Higher learning institutes and businesses are cooperating more closely to match training with industry needs

Several advisory agencies have been set up in Oman with the task of creating avenues of exchange between academia and the commercial world. “Educational institutions are in continuous dialogue with industry,” Mona Fahad Al Said, assistant vice-chancellor for external cooperation at Sultan Qaboos University, told OBG. “A joint committee is working to address how the university can supply industry with the workforce and technical skills it requires in the short to medium term.” This will help universities achieve what Al Said considers one of their key roles – to prepare graduates for the real world. To do this, Oman will need to build its research and development capacity further through academic exchanges and collaborative research.

Role Of Education

At the same time, employers are becoming more aware of the potential for professional development offered by academic institutions. Collaboration between the two spheres can bring benefits to all involved, according to Mulham Al Jarf, chairman of Takatuf Oman, the human capital unit of Oman Oil Company. “We are encouraging academia to translate theoretical ideas into executable models and thereby giving companies access to the latest research results and innovative methodologies,” he said in February 2014 at a forum on links between education and industry. “This joint partnership aims to produce local Omani talent that is equipped with valuable knowledge and highly capable of excelling in a competitive work environment.” Among the outcomes of the forum was a recognition of how important it is that industry identify future workforce requirements as early as possible, and that educational institutions then use this knowledge to produce well-rounded graduates with areas of specialisation more suited to the workplace.

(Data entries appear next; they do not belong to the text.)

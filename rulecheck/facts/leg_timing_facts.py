"""Facts of a leg's timing: what its two sides are commanded to do, and what is left of it."""

from collections.abc import Iterable

from rulecheck.demand import Leg
from rulecheck.facts.facts import Bounds, Value
from rulecheck.facts.inputs import Inputs
from rulecheck.facts.leg_timing import LegTiming, timing_of
from rulecheck.facts.terms import number, text, yes_no
from rulecheck.values import Dimension, Interval, Unknown

_T, _F, _1 = Dimension.TIME, Dimension.FREQUENCY, Dimension.NUMBER

TIMING_FIELDS = (
    number("dead-time", _T, "Its least dead time, from gate sources, else from sheet and driver."),
    number("dead-time-to-low", _T, "Least from turning off above to turning on below."),
    number("dead-time-to-high", _T, "Least from turning off below to turning on above."),
    number("stated-dead-time", _T, "The dead time that the sheet states for it."),
    number("driver-dead-time", _T, "What one driver of both sides keeps by itself; 0 where none."),
    number("effective-dead-time", _T, "What delays and switching times leave of its dead time."),
    number("switching-spread", _T, "Longest turn-off minus shortest turn-on of its devices."),
    number("delay-spread", _T, "Longest minus shortest delay of its drivers."),
    yes_no("gated-both-sides", "A position above and one below follow gates."),
    yes_no("may-not-overlap", "All its gates on would short a voltage."),
    yes_no("dead-time-known", "Sources, sheet or driver tell its dead time, were it in part."),
    yes_no("dead-time-stated", "The sheet states one for it."),
    yes_no("timed-by-sources", "Sources of the netlist command all gates of its group."),
    yes_no("interlock", "One driver serves both sides and never turns both on."),
    text(
        "relation",
        "Of its two sides: `complementary`, `alternating` (with pauses), `overlapping`, "
        "`together`, `held` (one never changes), `unrelated`; `partly` where it has more sides, "
        "`stated` where no source but sheet or driver says that they take turns.",
    ),
    number("overlap", _T, "Time in a period with both sides commanded on."),
    number("pause", _T, "Time in a period with neither side commanded on."),
    number("commanded-frequency", _F, "Turnings on a second of the side above."),
    number("high-duty", _1, "Share of the period that the side above is commanded on."),
    number("low-duty", _1, "Share of the period that the side below is commanded on."),
    number("rail-voltage", Dimension.VOLTAGE, "The largest voltage between its rails."),
)


def timing_values(inputs: Inputs, leg: Leg) -> dict[str, Value]:
    """The values of those fields for one leg."""
    timing = timing_of(inputs, leg)
    drivers = timing.drivers
    built_in = drivers.built_in_dead_time
    return {
        "dead-time": timing.dead_time,
        "dead-time-to-low": timing.to_low,
        "dead-time-to-high": timing.to_high,
        "dead-time-known": not isinstance(timing.dead_time, Unknown),
        "dead-time-stated": not isinstance(timing.stated_dead_time, Unknown),
        "stated-dead-time": timing.stated_dead_time,
        "driver-dead-time": 0.0 if built_in is None else built_in,
        "effective-dead-time": effective_dead_time(timing),
        "switching-spread": drivers.switching_spread,
        "delay-spread": drivers.delay_spread,
        "gated-both-sides": _gated(inputs, leg.high) and _gated(inputs, leg.low),
        "may-not-overlap": timing.may_not_overlap,
        "timed-by-sources": timing.from_sources,
        "interlock": drivers.interlock,
        "relation": timing.relation,
        "overlap": timing.overlap,
        "pause": timing.pause,
        "commanded-frequency": timing.frequency,
        "high-duty": timing.high_duty,
        "low-duty": timing.low_duty,
        "rail-voltage": _rail_voltage(inputs, leg),
    }


def effective_dead_time(timing: LegTiming) -> Value:
    """T_D' = T_D - (t3 + t4) + (t1 + t2), seconds, at the worst of the stated ranges.

    t1 and t2 are the on delays of driver and device, t3 and t4 their off delays (application
    manual for IGBT modules, equation 28).
    """
    dead, drivers = timing.dead_time, timing.drivers
    spreads = (drivers.switching_spread, drivers.delay_spread)
    missing = [item for item in (dead, *spreads) if isinstance(item, Unknown)]
    if missing:
        return missing[0]
    lost = sum((item for item in spreads if isinstance(item, float)), 0.0)
    if isinstance(dead, Bounds):
        return Bounds(Interval(dead.range.low - lost, dead.range.high - lost), dead.missing)
    assert isinstance(dead, float)
    return dead - lost


def _gated(inputs: Inputs, positions: Iterable[str]) -> bool:
    return any(inputs.position_by_name[name].gated for name in positions)


def _rail_voltage(inputs: Inputs, leg: Leg) -> Value:
    stiff = inputs.voltage_between.get((leg.rails[0], leg.rails[-1]))
    if isinstance(stiff, Interval) and stiff.bounded:
        return stiff.magnitude
    if isinstance(stiff, Unknown):
        return stiff
    settle = f"a voltage between {leg.rails[0]} and {leg.rails[-1]}"
    return Unknown(f"voltage between the rails of leg {leg.name}", settle)
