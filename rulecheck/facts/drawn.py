"""What no part of a drawing shows was left out of the drawing, not forgotten in it.

Every driver's input on a net of its own: the controller is on another sheet.
One of them on a net of its own: that one is not connected.
"""

from rulecheck.facts.facts import Subject
from rulecheck.values import Unknown
from rulecheck.values.record import replace


def open_where_none(
    subjects: tuple[Subject, ...], field: str, unknown: Unknown
) -> tuple[Subject, ...]:
    """The subjects with the field unknown, where it is true of none of them."""
    if any(subject.values[field] is True for subject in subjects):
        return subjects
    return tuple(
        replace(s, values={**s.values, field: unknown}) if s.values[field] is False else s
        for s in subjects
    )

Private institutions can help with this. According to Ahmed Hassan Al Bulushi, acting dean of the Caledonian College of Engineering, “the private sector is more flexible when it comes to adapting to the market. Less bureaucracy makes private institutions more responsive to the needs of industry.” They also tend to take extra measures to differentiate themselves, especially when free to set tuition fees in a way that justifies investments in quality. “Universities in Oman are restricted when it comes to charging tuition fees,” Ahmed Al Naamany, dean of the Modern College of Business and Science, told OBG. “As the sector evolves, private campuses should have more control over prices, allowing them to distinguish themselves and raise more money, thus enabling them to offer better services and equipment and to boost retention of top professors.”

The role of private educational institutions has grown in recent years. Government data show there are 27 private universities and colleges with an enrolment of 52,115 students. Since 2000, the state has offered incentives for setting up institutes of higher education, including land grants, Customs exemptions and matching grants for private universities that cover 50% of capital, up to OR3m ($7.8m). “Private colleges review their curricula taking into consideration feedback from industry, which requires a well-rounded workforce that has soft skills as well as academic knowledge,” Maha Kobeil, dean and CEO of Majan College, told OBG.

Workforce Qualifications

Apart from the increasing demand for trained employees stemming from economic expansion – GDP is set to grow by 4% a year for the next few years – Oman’s manpower requirements are also undergoing a shift due to a change in government policy. In mid-February 2014 the minister of manpower, Sheikh Abdullah bin Nasser Al Bakri, told local media that the portion of Omani workers employed in the private sector would be raised from 61% currently to 67% over the coming years. This would mean at least 100,000 positions in the labour market would become available for nationals. Other openings are being created in the public sector: the government announced in early March 2014 that almost 500 foreign employees of the Ministry of Civil Services, mainly middle and senior level positions, will be replaced by Omanis. Around 90% of state employees are nationals, and the goal is to raise this above 95%.